• [HOW TO COMPLETE THIS TASK] Using the material that follows, identify and copy each line with the string "testing".
==== DATA SECTION ====
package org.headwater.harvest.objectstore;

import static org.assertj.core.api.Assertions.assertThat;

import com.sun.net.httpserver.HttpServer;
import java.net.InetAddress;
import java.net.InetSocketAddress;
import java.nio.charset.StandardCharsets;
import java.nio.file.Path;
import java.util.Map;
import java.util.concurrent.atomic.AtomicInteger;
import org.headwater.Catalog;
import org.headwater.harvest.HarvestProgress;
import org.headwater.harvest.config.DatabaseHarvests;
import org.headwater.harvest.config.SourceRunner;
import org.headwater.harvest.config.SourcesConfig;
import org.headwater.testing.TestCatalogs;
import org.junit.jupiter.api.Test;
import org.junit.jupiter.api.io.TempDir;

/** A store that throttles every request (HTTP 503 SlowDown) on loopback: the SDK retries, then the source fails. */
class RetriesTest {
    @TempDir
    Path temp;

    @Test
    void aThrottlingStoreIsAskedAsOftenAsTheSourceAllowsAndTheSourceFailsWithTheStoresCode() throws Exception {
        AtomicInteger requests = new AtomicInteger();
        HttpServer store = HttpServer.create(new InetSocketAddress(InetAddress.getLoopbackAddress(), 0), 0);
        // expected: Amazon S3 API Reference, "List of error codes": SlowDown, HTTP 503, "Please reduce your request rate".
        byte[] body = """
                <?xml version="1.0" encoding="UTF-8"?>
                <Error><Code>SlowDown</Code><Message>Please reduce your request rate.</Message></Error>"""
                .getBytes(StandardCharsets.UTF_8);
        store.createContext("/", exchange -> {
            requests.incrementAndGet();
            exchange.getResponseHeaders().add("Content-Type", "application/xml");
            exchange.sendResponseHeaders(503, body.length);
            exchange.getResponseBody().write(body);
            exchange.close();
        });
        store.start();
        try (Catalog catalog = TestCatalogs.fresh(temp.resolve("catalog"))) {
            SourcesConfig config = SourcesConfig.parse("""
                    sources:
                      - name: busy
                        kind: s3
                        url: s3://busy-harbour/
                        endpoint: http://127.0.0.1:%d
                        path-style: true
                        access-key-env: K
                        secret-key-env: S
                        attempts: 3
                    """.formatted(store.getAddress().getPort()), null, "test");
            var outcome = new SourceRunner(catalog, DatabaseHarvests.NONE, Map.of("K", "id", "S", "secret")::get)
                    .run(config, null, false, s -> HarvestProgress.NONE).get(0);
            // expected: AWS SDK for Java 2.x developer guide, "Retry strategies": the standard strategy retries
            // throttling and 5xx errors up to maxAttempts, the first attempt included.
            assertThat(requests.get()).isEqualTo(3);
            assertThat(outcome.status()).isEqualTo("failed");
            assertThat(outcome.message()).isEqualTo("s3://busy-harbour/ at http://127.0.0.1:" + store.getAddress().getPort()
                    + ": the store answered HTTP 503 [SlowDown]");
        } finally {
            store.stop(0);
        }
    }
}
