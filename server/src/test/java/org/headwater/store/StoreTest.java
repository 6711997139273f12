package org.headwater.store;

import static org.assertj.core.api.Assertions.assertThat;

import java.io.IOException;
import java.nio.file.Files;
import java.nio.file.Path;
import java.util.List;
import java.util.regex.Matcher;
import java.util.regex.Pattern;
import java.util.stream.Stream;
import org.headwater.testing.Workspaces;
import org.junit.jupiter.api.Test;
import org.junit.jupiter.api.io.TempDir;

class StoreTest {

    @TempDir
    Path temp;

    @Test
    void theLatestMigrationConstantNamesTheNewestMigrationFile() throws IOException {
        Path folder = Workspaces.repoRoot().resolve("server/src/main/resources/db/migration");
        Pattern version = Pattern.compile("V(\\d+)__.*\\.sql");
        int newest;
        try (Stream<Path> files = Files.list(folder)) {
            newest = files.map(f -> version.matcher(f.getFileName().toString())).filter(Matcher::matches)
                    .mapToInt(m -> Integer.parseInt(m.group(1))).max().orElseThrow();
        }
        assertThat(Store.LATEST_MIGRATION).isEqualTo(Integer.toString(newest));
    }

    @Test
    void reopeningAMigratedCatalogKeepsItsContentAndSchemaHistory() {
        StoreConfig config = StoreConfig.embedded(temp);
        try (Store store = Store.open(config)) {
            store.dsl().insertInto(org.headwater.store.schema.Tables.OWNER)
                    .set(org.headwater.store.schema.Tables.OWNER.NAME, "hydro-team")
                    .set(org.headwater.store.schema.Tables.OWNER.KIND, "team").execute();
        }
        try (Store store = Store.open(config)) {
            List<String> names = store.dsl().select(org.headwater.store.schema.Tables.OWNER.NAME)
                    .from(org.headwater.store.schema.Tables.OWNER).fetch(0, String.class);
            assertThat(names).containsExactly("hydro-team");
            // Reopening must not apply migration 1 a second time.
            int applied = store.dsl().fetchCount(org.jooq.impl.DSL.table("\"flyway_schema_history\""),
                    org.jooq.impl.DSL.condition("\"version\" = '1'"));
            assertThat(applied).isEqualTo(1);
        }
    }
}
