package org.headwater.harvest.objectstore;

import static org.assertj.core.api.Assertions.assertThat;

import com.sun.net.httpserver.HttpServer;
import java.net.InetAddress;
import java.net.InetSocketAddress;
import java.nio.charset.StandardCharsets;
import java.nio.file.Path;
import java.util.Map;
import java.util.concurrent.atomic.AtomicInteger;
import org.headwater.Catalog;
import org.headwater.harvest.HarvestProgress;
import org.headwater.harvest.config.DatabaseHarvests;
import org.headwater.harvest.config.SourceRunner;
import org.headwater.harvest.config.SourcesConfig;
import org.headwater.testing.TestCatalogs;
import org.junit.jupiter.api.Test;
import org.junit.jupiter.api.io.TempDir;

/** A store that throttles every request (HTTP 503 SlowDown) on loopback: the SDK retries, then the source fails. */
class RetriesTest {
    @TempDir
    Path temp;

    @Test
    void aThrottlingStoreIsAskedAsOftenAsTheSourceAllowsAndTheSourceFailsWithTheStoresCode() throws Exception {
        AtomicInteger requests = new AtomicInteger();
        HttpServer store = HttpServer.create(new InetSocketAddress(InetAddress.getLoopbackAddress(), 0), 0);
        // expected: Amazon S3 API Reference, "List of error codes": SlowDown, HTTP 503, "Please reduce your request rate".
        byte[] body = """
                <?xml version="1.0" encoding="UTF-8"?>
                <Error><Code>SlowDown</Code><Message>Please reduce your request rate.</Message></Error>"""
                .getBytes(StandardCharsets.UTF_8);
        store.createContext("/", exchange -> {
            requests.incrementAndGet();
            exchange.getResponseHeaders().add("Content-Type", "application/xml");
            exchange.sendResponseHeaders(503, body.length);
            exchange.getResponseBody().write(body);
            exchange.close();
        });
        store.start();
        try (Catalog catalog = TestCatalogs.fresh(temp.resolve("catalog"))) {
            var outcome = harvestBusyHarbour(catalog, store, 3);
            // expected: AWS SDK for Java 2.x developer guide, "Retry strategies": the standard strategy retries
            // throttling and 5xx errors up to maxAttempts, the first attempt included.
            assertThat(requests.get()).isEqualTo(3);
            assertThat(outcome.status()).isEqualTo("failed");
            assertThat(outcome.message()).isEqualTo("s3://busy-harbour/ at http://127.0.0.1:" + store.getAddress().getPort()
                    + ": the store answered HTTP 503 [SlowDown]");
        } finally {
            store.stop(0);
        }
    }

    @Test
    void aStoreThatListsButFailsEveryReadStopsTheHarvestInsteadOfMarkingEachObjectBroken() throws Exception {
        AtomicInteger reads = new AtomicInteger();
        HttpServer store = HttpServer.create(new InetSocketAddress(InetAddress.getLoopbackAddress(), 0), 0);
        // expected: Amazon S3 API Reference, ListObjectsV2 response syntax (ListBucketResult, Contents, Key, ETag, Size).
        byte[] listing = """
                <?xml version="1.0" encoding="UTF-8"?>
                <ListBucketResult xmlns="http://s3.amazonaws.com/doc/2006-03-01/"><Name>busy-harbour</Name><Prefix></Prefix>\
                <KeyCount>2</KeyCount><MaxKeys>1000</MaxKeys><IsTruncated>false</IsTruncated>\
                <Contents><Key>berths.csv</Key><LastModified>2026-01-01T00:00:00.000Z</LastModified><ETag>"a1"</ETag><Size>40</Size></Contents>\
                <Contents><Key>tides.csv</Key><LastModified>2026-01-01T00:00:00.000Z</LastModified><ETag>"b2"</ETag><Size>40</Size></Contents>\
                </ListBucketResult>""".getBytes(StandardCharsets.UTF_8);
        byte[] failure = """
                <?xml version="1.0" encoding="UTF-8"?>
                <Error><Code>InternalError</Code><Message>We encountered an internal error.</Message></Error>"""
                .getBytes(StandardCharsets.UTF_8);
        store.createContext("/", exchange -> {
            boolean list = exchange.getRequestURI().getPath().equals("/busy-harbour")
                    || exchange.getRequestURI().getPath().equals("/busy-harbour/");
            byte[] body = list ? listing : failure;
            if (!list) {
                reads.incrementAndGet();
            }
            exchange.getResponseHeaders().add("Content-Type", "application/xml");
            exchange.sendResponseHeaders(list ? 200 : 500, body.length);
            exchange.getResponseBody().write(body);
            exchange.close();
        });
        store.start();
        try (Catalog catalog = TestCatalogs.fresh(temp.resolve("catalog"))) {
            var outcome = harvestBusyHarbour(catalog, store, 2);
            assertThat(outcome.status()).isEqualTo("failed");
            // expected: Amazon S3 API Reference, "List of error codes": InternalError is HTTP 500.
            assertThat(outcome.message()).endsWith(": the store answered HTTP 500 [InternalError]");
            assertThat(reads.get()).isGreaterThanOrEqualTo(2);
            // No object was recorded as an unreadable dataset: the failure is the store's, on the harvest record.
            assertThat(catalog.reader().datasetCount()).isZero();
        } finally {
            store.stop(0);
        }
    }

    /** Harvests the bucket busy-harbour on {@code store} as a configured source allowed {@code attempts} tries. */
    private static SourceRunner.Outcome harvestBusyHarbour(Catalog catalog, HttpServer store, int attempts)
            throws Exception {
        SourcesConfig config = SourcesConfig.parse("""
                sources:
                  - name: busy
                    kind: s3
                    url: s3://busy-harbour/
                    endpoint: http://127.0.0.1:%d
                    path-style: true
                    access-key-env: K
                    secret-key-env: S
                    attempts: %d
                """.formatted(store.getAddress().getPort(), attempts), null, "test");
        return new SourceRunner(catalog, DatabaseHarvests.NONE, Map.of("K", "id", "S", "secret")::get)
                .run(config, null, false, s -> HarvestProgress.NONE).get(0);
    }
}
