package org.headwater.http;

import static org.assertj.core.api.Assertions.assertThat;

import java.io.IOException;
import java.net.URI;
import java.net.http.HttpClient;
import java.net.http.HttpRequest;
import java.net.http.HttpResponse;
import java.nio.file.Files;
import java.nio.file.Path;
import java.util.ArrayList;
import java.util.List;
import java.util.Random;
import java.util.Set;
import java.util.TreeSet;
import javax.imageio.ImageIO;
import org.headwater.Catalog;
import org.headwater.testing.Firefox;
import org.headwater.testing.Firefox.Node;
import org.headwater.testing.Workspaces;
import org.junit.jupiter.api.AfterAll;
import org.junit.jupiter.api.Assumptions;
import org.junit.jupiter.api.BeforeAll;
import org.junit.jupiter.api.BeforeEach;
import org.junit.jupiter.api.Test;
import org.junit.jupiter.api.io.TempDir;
====
==== DATA SECTION ====
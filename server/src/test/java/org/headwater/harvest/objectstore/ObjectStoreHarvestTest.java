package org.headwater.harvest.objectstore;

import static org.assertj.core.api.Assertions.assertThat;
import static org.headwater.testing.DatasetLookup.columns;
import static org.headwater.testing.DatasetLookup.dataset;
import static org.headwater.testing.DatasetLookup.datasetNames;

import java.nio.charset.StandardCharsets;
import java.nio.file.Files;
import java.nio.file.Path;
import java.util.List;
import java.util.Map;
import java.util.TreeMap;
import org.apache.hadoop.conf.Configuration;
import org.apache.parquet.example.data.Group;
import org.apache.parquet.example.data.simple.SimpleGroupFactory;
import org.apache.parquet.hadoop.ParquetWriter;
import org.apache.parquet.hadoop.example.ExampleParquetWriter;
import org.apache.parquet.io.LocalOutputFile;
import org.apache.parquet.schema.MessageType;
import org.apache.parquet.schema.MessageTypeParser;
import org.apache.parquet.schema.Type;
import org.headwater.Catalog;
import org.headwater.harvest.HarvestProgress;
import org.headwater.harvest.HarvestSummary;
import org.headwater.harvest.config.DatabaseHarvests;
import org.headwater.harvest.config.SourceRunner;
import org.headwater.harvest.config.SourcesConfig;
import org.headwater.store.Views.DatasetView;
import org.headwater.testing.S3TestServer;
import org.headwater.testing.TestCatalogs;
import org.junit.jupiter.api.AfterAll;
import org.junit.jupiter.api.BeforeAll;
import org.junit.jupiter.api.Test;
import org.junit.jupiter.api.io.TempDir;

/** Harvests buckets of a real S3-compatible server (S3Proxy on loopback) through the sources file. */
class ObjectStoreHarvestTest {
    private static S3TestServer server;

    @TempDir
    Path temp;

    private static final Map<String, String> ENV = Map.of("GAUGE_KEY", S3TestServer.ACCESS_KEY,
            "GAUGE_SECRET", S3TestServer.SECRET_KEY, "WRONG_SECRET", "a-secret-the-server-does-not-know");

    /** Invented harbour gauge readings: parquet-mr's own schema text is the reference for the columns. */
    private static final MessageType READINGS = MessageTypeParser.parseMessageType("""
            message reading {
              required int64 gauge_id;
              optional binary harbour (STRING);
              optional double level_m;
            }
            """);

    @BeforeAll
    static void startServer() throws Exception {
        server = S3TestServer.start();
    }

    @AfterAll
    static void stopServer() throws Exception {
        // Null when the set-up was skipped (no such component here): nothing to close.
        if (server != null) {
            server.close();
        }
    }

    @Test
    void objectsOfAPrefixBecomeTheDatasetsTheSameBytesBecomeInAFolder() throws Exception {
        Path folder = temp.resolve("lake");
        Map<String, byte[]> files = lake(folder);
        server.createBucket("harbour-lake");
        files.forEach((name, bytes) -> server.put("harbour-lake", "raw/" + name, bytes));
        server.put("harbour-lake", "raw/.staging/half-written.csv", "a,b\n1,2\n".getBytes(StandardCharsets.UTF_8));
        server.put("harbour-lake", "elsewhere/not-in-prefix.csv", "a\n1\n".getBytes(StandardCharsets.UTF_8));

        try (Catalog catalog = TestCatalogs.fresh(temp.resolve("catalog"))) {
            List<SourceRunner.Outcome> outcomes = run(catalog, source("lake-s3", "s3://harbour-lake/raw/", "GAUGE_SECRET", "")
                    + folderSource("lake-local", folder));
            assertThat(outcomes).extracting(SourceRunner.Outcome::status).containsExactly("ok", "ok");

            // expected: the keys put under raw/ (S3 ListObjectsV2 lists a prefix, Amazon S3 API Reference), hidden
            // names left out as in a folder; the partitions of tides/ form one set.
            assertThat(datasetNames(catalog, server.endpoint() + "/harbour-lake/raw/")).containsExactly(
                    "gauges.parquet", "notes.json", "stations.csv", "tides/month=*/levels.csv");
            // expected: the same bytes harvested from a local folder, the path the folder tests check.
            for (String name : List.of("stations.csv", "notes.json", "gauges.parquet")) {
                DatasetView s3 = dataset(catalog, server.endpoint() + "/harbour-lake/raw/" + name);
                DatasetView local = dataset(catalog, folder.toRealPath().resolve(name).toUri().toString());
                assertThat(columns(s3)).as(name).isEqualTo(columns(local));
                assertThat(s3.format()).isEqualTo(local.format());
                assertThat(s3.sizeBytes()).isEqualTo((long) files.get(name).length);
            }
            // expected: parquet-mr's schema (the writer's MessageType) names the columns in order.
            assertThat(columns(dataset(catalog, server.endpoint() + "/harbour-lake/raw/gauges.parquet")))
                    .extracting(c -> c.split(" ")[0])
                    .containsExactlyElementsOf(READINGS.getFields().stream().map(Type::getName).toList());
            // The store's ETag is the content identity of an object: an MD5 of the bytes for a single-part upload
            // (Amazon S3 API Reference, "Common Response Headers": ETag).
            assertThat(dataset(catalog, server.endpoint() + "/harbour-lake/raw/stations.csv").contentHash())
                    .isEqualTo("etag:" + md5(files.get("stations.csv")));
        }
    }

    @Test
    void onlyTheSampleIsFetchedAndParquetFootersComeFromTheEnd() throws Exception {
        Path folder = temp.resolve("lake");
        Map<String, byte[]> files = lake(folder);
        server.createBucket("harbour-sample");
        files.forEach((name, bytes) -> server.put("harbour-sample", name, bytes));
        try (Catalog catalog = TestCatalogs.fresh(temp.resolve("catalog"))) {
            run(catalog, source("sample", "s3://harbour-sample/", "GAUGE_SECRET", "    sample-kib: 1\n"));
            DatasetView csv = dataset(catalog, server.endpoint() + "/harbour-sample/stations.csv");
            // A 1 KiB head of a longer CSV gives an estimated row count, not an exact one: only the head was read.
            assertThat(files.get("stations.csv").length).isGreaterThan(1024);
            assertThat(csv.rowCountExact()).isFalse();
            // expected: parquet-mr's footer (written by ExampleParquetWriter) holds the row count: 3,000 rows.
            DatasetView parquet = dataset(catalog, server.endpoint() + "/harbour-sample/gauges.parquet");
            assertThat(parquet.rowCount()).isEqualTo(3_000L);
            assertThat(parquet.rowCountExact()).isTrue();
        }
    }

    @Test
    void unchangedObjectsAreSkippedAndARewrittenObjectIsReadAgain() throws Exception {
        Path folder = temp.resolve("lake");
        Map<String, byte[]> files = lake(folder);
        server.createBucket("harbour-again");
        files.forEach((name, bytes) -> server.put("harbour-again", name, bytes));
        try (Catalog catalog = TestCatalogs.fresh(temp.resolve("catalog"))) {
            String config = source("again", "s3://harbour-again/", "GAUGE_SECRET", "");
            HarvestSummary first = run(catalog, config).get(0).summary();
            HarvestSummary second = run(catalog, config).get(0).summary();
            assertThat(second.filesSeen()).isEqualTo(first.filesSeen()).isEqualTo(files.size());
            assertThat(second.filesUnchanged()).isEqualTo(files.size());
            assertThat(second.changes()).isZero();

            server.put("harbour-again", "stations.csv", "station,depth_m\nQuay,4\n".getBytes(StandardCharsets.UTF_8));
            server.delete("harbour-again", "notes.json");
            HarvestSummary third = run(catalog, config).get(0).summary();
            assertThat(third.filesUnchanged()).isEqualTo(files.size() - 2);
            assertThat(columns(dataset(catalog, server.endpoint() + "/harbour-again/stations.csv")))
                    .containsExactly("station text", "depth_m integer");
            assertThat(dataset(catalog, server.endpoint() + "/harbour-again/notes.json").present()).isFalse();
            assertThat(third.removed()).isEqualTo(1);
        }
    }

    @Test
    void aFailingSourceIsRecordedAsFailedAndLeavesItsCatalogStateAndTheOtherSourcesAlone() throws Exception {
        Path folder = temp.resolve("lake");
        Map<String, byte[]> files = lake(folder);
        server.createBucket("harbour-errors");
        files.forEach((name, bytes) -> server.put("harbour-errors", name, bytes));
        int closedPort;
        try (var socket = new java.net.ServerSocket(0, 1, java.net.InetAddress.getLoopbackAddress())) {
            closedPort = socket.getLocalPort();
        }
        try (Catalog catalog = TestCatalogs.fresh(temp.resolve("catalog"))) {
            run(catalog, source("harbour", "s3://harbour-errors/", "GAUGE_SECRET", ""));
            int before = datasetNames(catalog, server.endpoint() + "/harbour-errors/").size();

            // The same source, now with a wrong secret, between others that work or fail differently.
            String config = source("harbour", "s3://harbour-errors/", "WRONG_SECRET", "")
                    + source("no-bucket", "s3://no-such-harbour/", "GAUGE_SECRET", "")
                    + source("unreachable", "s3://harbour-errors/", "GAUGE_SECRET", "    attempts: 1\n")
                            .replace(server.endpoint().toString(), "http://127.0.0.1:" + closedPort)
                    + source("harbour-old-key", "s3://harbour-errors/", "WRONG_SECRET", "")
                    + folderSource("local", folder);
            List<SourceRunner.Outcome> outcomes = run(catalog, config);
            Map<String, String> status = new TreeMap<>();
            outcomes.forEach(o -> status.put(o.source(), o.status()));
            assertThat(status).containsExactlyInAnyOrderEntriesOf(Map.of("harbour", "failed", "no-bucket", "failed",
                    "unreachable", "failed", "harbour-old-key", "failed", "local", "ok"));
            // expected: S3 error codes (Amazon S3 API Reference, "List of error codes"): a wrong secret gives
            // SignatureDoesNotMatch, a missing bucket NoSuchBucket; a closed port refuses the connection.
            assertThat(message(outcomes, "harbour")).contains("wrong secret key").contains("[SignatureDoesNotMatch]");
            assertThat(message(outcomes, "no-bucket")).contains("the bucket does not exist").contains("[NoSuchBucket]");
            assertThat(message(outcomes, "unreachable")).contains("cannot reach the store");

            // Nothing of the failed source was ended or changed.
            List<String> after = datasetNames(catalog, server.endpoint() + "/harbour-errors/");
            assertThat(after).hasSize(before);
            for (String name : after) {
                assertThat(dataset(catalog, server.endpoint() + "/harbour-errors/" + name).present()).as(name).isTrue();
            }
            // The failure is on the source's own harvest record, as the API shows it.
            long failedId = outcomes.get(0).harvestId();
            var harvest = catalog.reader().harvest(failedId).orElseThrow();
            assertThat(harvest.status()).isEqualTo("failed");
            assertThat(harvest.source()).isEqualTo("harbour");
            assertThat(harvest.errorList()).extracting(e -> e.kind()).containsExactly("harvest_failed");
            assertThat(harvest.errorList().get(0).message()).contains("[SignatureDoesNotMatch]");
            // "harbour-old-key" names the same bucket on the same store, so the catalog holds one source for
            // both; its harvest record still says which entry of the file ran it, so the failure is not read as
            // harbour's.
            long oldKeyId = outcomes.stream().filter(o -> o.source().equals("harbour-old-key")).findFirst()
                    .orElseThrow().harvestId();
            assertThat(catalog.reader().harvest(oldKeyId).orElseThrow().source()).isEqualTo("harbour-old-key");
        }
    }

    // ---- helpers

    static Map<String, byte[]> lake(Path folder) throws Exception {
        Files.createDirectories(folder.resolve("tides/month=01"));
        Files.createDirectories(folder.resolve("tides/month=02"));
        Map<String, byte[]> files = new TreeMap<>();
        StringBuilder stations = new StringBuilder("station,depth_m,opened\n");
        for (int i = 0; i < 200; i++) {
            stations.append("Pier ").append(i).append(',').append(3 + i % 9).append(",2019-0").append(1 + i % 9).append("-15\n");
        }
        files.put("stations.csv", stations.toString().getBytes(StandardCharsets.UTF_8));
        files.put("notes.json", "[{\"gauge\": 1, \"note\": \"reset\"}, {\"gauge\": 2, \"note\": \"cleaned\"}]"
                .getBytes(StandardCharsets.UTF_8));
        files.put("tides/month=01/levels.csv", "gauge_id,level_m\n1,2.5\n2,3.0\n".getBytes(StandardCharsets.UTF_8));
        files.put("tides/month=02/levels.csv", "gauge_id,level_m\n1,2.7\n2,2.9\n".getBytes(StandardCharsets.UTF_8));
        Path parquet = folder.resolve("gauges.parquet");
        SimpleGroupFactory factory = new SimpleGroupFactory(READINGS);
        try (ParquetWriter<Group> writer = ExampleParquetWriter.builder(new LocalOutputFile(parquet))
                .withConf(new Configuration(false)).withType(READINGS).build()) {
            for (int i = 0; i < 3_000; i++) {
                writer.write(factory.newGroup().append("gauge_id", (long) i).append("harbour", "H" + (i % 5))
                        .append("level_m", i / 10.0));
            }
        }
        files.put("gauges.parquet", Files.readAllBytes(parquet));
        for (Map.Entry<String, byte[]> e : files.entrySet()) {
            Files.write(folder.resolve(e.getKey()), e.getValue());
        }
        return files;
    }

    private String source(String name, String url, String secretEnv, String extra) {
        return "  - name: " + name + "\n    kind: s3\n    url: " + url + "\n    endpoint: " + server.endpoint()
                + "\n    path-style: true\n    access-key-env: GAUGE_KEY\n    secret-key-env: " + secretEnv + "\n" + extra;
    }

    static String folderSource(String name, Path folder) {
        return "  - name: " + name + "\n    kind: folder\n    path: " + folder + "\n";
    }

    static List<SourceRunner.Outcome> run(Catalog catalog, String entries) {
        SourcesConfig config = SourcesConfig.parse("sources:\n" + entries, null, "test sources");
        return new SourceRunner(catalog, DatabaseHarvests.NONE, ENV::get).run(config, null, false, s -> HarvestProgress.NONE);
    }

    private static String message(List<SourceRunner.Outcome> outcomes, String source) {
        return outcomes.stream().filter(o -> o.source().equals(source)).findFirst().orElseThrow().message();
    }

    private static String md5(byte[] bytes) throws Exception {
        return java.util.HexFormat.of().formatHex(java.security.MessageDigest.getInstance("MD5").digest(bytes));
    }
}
====
• [EXERCISE RESPONSE]
import org.headwater.testing.TestCatalogs;
import org.headwater.testing.Workspaces;
import org.headwater.testing.TestCatalogs;
import org.headwater.testing.Firefox;
import org.headwater.testing.Firefox.Node;
import org.headwater.testing.Workspaces;
import static org.headwater.testing.DatasetLookup.columns;
import static org.headwater.testing.DatasetLookup.dataset;
import static org.headwater.testing.DatasetLookup.datasetNames;
import org.headwater.testing.S3TestServer;
import org.headwater.testing.TestCatalogs;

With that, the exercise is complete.